Very Creative work you have done, Very nice sculpting skills! What did you use to do the sculpting and shaping? Thanks for all the info supplied in all the threads.


----------



## wicked1Joe (May 19, 2009)

Nice targets!


----------



## MightyElkHntr (Dec 13, 2006)

30yards said:


> So as not to ask a duplicate question, I've read all of the post on your tagets (they are works of art) and didn't see anything specific about the repair process. If repairs are needed, do you cut-out the vital area and put the scraps back in by using the heat gun to melt them into place?
> 
> Also, how do you sandwich the foam pieces together, by heating both and then clamping them together until they cool?
> 
> ...


Ditto here... I am really interested now!:secret:


----------



## DoeSlayer75 (Feb 14, 2006)

Nobby said:


> .
> Paint has always been an issue. I have tried spray to roll on acrylic and enamel and I think it is the nature of the beast not to stick well. If you leave the foam open the paint will sink into the pores more to give you a longer lasting look. It is inevitable that they have to be painted again. If you happen to find a paint that sticks well, please let me know.


You indicated that the paint doesnt stick well but your deer, wolf, and fox targets look great....what paint did you use and how well has it held up???


----------



## KTurmel (Dec 29, 2008)

yooper1 said:


> you obviously do a GREAT job as my 2yr old son seen the pic on here and said,"why is that bear outside?" NOW THAT IS GREAT RECOGNITION!! :shade:


lol, you have not yet told your son that bears are wild, and they belong outside???

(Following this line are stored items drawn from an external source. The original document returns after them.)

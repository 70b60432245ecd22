"""Where to look along the member (m): check stations (ends, both sides of every concentrated item,
an even spacing), the points where a shear force crosses zero (local extremes of the bending
moments, found exactly from the quadratic shear) and where a summed line load changes sign (local
extremes of N, V and T), and the extremes of each action with their positions.
"""

from __future__ import annotations

from dataclasses import dataclass
from typing import Sequence

import numpy as np

from sizer.analysis.layout import distinct, merge_positions, position_tolerance
from sizer.analysis.member_solution import MemberSolution
from sizer.model import ACTIONS, Member, PointLoad

EXTREME_ACTIONS: tuple[str, ...] = ACTIONS + ("V", "M")


def _concentrated_positions(member: Member) -> np.ndarray:
    """Sorted distinct positions of supports, hinges, point loads and line-load ends (m)."""
    xs = [s.at for s in member.supports] + [h.at for h in member.hinges]
    for load in member.loads:
        xs += [load.at] if isinstance(load, PointLoad) else [load.start, load.end]
    if not xs:
        return np.zeros(0)
    return merge_positions(np.clip(np.array(xs, dtype=float), 0.0, member.length), position_tolerance(member))


def stations(member: Member, n_even: int = 200) -> tuple[np.ndarray, np.ndarray]:
    """Stations for checking: x (m) sorted, and side (array of 'left'/'right'). Includes 0 (right)
    and L (left), both sides of every support, hinge, point load and line-load end, and n_even
    evenly spaced points (right side). Left comes before right at one position."""
    length, tol = member.length, position_tolerance(member)
    special = _concentrated_positions(member)
    inner = special[(special > tol) & (special < length - tol)]
    even = np.linspace(0.0, length, max(n_even, 2))
    even = even[np.all(np.abs(even[:, None] - special[None, :]) > tol, axis=1)] if special.size else even
    even = even[(even > tol) & (even < length - tol)]
    xs = np.concatenate([[0.0], inner, inner, even, [length]])
    right = np.concatenate([[True], np.zeros(inner.size, bool), np.ones(inner.size, bool), np.ones(even.size, bool), [False]])
    order = np.lexsort((right, xs))
    return xs[order], np.where(right[order], "right", "left")


def _quadratic_roots(v0: np.ndarray, vm: np.ndarray, v1: np.ndarray) -> list[np.ndarray]:
    """Roots t in (0, 1) of the quadratic through (0, v0), (1/2, vm), (1, v1), per segment; returns
    [segment index array, t array]."""
    scale = np.maximum.reduce([np.abs(v0), np.abs(vm), np.abs(v1)])
    safe = np.where(scale > 0, scale, 1.0)
    c, vm_, v1_ = v0 / safe, vm / safe, v1 / safe
    a = 2 * c - 4 * vm_ + 2 * v1_
    b = -3 * c + 4 * vm_ - v1_
    segments, roots = [], []
    quadratic = np.abs(a) > 1e-12
    linear = ~quadratic & (np.abs(b) > 1e-12)
    idx = np.flatnonzero(linear & (scale > 0))
    segments.append(idx)
    roots.append(-c[idx] / b[idx])
    disc = b * b - 4 * a * c
    idx = np.flatnonzero(quadratic & (scale > 0) & (disc >= 0))
    sq = np.sqrt(disc[idx])
    q = -0.5 * (b[idx] + np.where(b[idx] >= 0, sq, -sq))
    for t in (q / a[idx], np.divide(c[idx], q, out=np.full(idx.size, -1.0), where=q != 0)):
        segments.append(idx)
        roots.append(t)
    seg, t = np.concatenate(segments), np.concatenate(roots)
    inside = (t > 1e-12) & (t < 1 - 1e-12)
    return [seg[inside], t[inside]]


def segment_ends(member: Member) -> np.ndarray:
    """Sorted ends (m) of the segments between concentrated items (supports, hinges, point loads,
    line-load ends) and the member's ends: within each segment every action and displacement is one
    polynomial in x (for linearly varying line loads)."""
    ends = distinct(np.concatenate([[0.0, member.length], _concentrated_positions(member)]))
    return merge_positions(ends, position_tolerance(member))


def _segments(member: Member) -> tuple[np.ndarray, np.ndarray]:
    """Starts and ends (m) of the segments of segment_ends."""
    ends = segment_ends(member)
    return ends[:-1], ends[1:]


def zero_shear_positions(solution: MemberSolution, combinations: Sequence[str], actions: Sequence[str] = ("Vy", "Vz")) -> np.ndarray:
    """Sorted distinct x (m) where the shear `actions` ("Vy", "Vz") of any of the combinations cross
    zero inside a segment between concentrated items (supports, point loads, line-load ends): the
    shear is quadratic there and its roots are found exactly, for every combination in one pass.
    The bending moments have their local extremes at these points."""
    for action in actions:
        if action not in ("Vy", "Vz"):
            raise ValueError(f"action must be 'Vy' or 'Vz', got {action!r}")
    if not combinations or not actions:
        return np.empty(0)
    lo, hi = _segments(solution.member)
    x = np.concatenate([lo, (lo + hi) / 2, hi])
    side = np.array(["right"] * (2 * lo.size) + ["left"] * hi.size)
    weights = solution.combination_weights(combinations)
    values = solution.weighted_actions(weights, x, side)[:, :, [ACTIONS.index(action) for action in actions]]  # (C, 3m, a)
    values = values.reshape(len(combinations), 3, lo.size, len(actions)).transpose(1, 0, 3, 2).reshape(3, -1)
    segment, t = _quadratic_roots(values[0], values[1], values[2])
    segment = segment % lo.size
    return distinct(lo[segment] + t * (hi[segment] - lo[segment]))


def zero_shear_points(solution: MemberSolution, combination: str, action: str = "Vy") -> np.ndarray:
    """x (m) where the shear `action` ("Vy" or "Vz") of one combination crosses zero (see
    zero_shear_positions)."""
    return zero_shear_positions(solution, [combination], [action])


def load_sign_change_positions(solution: MemberSolution, combinations: Sequence[str]) -> np.ndarray:
    """Sorted distinct x (m) where the summed line load wx, wy, wz or mx of any of the combinations
    changes sign inside a stretch between line-load ends: there N, Vy, Vz or T has a local extreme
    (dN/dx = -wx, and so on)."""
    pieces = []
    for index, case in enumerate(solution.column_solutions()):
        if case is not None:
            start, end, q_start, q_end = case.line_items()
            pieces.append((start, end, q_start, q_end, np.full(start.size, index)))
    if not combinations or not pieces:
        return np.empty(0)
    start, end, q_start, q_end, column = (np.concatenate(parts) for parts in zip(*pieces))
    if not start.size:
        return np.empty(0)
    weights = solution.combination_weights(combinations)[:, column]  # (C, J)
    ends = merge_positions(distinct(np.concatenate([[0.0, solution.member.length], start, end])), position_tolerance(solution.member))
    lo, hi = ends[:-1], ends[1:]
    slope = (q_end - q_start) / np.where(end > start, end - start, 1.0)[:, None]
    covers = (start[None, :] <= lo[:, None] + 1e-12) & (end[None, :] >= hi[:, None] - 1e-12)  # (stretches, J)

    def intensity(x: np.ndarray) -> np.ndarray:  # (C, stretches, 4) summed over the loads covering each stretch
        values = (q_start[None] + slope[None] * (x[:, None] - start[None, :])[..., None]) * covers[..., None]
        return np.einsum("cj,sjk->csk", weights, values)

    at_lo, at_hi = intensity(lo), intensity(hi)
    crossing = (at_lo * at_hi) < 0
    _, stretch, _ = np.nonzero(crossing)
    t = at_lo[crossing] / (at_lo[crossing] - at_hi[crossing])
    return distinct(lo[stretch] + t * (hi[stretch] - lo[stretch]))


def load_sign_change_points(solution: MemberSolution, combination: str) -> np.ndarray:
    """x (m) where one combination's summed line load changes sign (see load_sign_change_positions)."""
    return load_sign_change_positions(solution, [combination])


@dataclass(frozen=True)
class Extreme:
    """Largest and smallest value of one action over the member (N or N*m) and where (m)."""

    action: str
    max_value: float
    max_at: float
    min_value: float
    min_at: float


def extremes(solution: MemberSolution, combination: str, n_even: int = 400) -> dict[str, Extreme]:
    """Largest and smallest of N, Vy, Vz, T, My, Mz, V, M (beam convention V = -Vy, M = Mz) over the
    stations including zero-shear points and the points where a line load changes sign, both sides
    of every concentrated item."""
    x, side = stations(solution.member, n_even)
    extra = np.concatenate([zero_shear_positions(solution, [combination]), load_sign_change_positions(solution, [combination])])
    x = np.concatenate([x, extra])
    side = np.concatenate([side, np.full(extra.size, "right")])
    values = solution.actions(combination, x, side)
    table = np.column_stack([values, -values[:, 1], values[:, 5]])
    found: dict[str, Extreme] = {}
    for column, name in enumerate(EXTREME_ACTIONS):
        high, low = int(np.argmax(table[:, column])), int(np.argmin(table[:, column]))
        found[name] = Extreme(name, float(table[high, column]), float(x[high]), float(table[low, column]), float(x[low]))
    return found


def extreme_positions(solution: MemberSolution, combinations: Sequence[str]) -> np.ndarray:
    """Sorted distinct x (m) where some action of the combinations can have its largest or smallest
    value away from the segment ends: for a combination on its own, its zero-shear points and the
    points where its line load changes sign; for the pattern arrangements of one given combination
    together, the points of pattern_extreme_positions (as many for n spans as for a few, however
    many arrangements there are)."""
    groups: dict[str, list[str]] = {}
    for name in combinations:
        groups.setdefault(solution.member.origin(name), []).append(name)
    alone = [names[0] for names in groups.values() if len(names) == 1]
    found = [zero_shear_positions(solution, alone), load_sign_change_positions(solution, alone)]
    found += [pattern_extreme_positions(solution, names) for names in groups.values() if len(names) > 1]
    return distinct(np.concatenate(found))


def switch_weights(solution: MemberSolution, combinations: Sequence[str]) -> tuple[np.ndarray, np.ndarray]:
    """(base, switches) of the pattern arrangements of one combination: the weights (as
    MemberSolution.weights) with every patterned part off, and (J, columns) each part's own
    weights, so that an arrangement is base + the sum of the switches it loads (superposition)."""
    table = solution.combination_weights(combinations)
    varying = np.flatnonzero(np.ptp(table, axis=0) > 0)
    off = np.flatnonzero(np.all(table[:, varying] == 0.0, axis=1))
    base = table[off[0]] if off.size else np.where(np.isin(np.arange(table.shape[1]), varying), 0.0, table[0])
    switches = np.zeros((varying.size, table.shape[1]))
    for k, column in enumerate(varying):
        values = table[:, column]
        switches[k, column] = values[np.flatnonzero(values)[0]]
    return base, switches


SAMPLE_T = np.array([0.0, 1.0 / 3.0, 2.0 / 3.0, 1.0])
CUBIC = np.linalg.inv(np.vander(SAMPLE_T, 4, increasing=True))  # values at SAMPLE_T -> coefficients of 1, t, t^2, t^3
CUBIC_TOLERANCE = 1e-9  # relative: a cubic through four points that misses a fifth by more is not one


def pattern_extreme_positions(solution: MemberSolution, combinations: Sequence[str]) -> np.ndarray:
    """x (m) where an action's envelope over every arrangement of loaded spans (base + each switch
    of one sign, see switch_weights) has an extreme inside a segment between concentrated items.
    Within a segment each switch's contribution to an action is a cubic in x; between the points
    where any contribution changes sign (kept too) the worst arrangement for each action and sense
    is one arrangement, and the envelope's extremes there are that arrangement's stationary points.
    Cost: (switches + 1) load sets at five points a segment, not one per arrangement. Where the
    actions are not cubics (the fifth point, mid-segment, disagrees: another analysis than the
    first-order one), each arrangement's own zero-shear and load sign-change points instead."""
    base, switches = switch_weights(solution, combinations)
    lo, hi = _segments(solution.member)
    t = np.append(SAMPLE_T, 0.5)
    x = (lo[:, None] + t[None, :] * (hi - lo)[:, None]).ravel()
    side = np.tile(np.array(["right", "right", "right", "left", "right"]), lo.size)
    values = solution.weighted_actions(np.vstack([base, switches]), x, side).reshape(1 + len(switches), lo.size, 5, 6)
    coef = np.einsum("kt,rsta->rsak", CUBIC, values[:, :, :4])  # (rows, segments, actions, 4)
    middle = coef[..., 0] + 0.5 * coef[..., 1] + 0.25 * coef[..., 2] + 0.125 * coef[..., 3]
    if np.abs(middle - values[:, :, 4]).max(initial=0.0) > CUBIC_TOLERANCE * (np.abs(values).max(initial=0.0) + 1e-300):
        return distinct(np.concatenate([zero_shear_positions(solution, combinations), load_sign_change_positions(solution, combinations)]))
    found = [lo[segment] + t * (hi[segment] - lo[segment]) for segment in range(lo.size) for action in range(6)
             for t in _envelope_stationary_points(coef[0, segment, action], coef[1:, segment, action])]
    return distinct(np.array(found, dtype=float))


def _envelope_stationary_points(base: np.ndarray, parts: np.ndarray) -> list[float]:
    """t in (0, 1) where base + the sum of the positive (or of the negative) cubics `parts` (J, 4)
    has a stationary point, and where any part changes sign; coefficients ascending in t."""
    breaks = sorted({float(t) for row in parts for t in _unit_roots(row)})
    edges = [0.0] + breaks + [1.0]
    found = list(breaks)
    for a, b in zip(edges[:-1], edges[1:]):
        if b - a <= 1e-12:
            continue
        mid = 0.5 * (a + b)
        signs = np.polynomial.polynomial.polyval(mid, parts.T) if len(parts) else np.zeros(0)
        for worst in (signs > 0, signs < 0):
            total = base + parts[worst].sum(axis=0)
            slope = total[1:] * np.arange(1, 4)
            found += [t for t in _unit_roots(slope) if a < t < b]
    return found


def _unit_roots(coef: np.ndarray) -> list[float]:
    """Real roots in (0, 1) of the polynomial with ascending coefficients `coef`, its negligible
    leading terms dropped (relative 1e-10 of the largest)."""
    scale = np.abs(coef).max() if coef.size else 0.0
    if scale == 0.0:
        return []
    kept = coef / scale
    degree = len(kept) - 1
    while degree > 0 and abs(kept[degree]) < 1e-10:
        degree -= 1
    if degree == 0:
        return []
    roots = np.roots(kept[degree::-1])
    real = roots.real[np.abs(roots.imag) <= 1e-9 * np.maximum(1.0, np.abs(roots))]
    return [float(t) for t in real if 1e-12 < t < 1 - 1e-12]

-so are these targets home made or i have to buy them?


----------



## tarleet (Aug 11, 2009)

damn nice!


----------



## Ramsjet49 (Oct 14, 2008)

*Targets*

Which one of the foams do you use to make a regular target from? And will this foam hold up if you shoot bradheads?


----------



## Nobby (Feb 19, 2007)

*foam*

If you look up all the other posts I have made regarding these targets, you will see where I have used different densities. I made a block with 2.2lb foam and wrapped it on four sides with 4lb. Broadheads will not tear up the 4lb like it tears up the 2lb. 2lb sides are great for field points though.
Nobby


----------



## RunsUpRiver (Jul 22, 2009)

Excellent info!


----------



## mbw (Oct 11, 2010)

Nice work


----------



## Juan_ID (Sep 28, 2011)

Anybody else try making targets out of polyethylene foam after reading Nobby's posts 3d or just blocks even?? I know I want to try this real bad! I think I found the foam needed now just to order some and try it out... Thought about buying a mass produced 3d target and then just buying a sheet of the polyethylene foam to use as replacement vitals... Anyone try that??


----------



## timberjak (Jan 22, 2010)

sub'd


----------



## Captain Anvil (Dec 7, 2011)

Wow, thanks for posting this. I'm thinking about building a few targets pretty soon and this gave me a few ideas.


----------



## Sleipnir (Dec 22, 2011)

Can you do like a "how to" thread sometime? I'd love to make something to shoot at


----------



## hoytbaxter (Sep 15, 2010)

Tagged


----------



## Mrcnwlvrn (Feb 24, 2014)

Sleipnir said:


> Can you do like a "how to" thread sometime? I'd love to make something to shoot at


Ditto^^^^^ also very nice targets


----------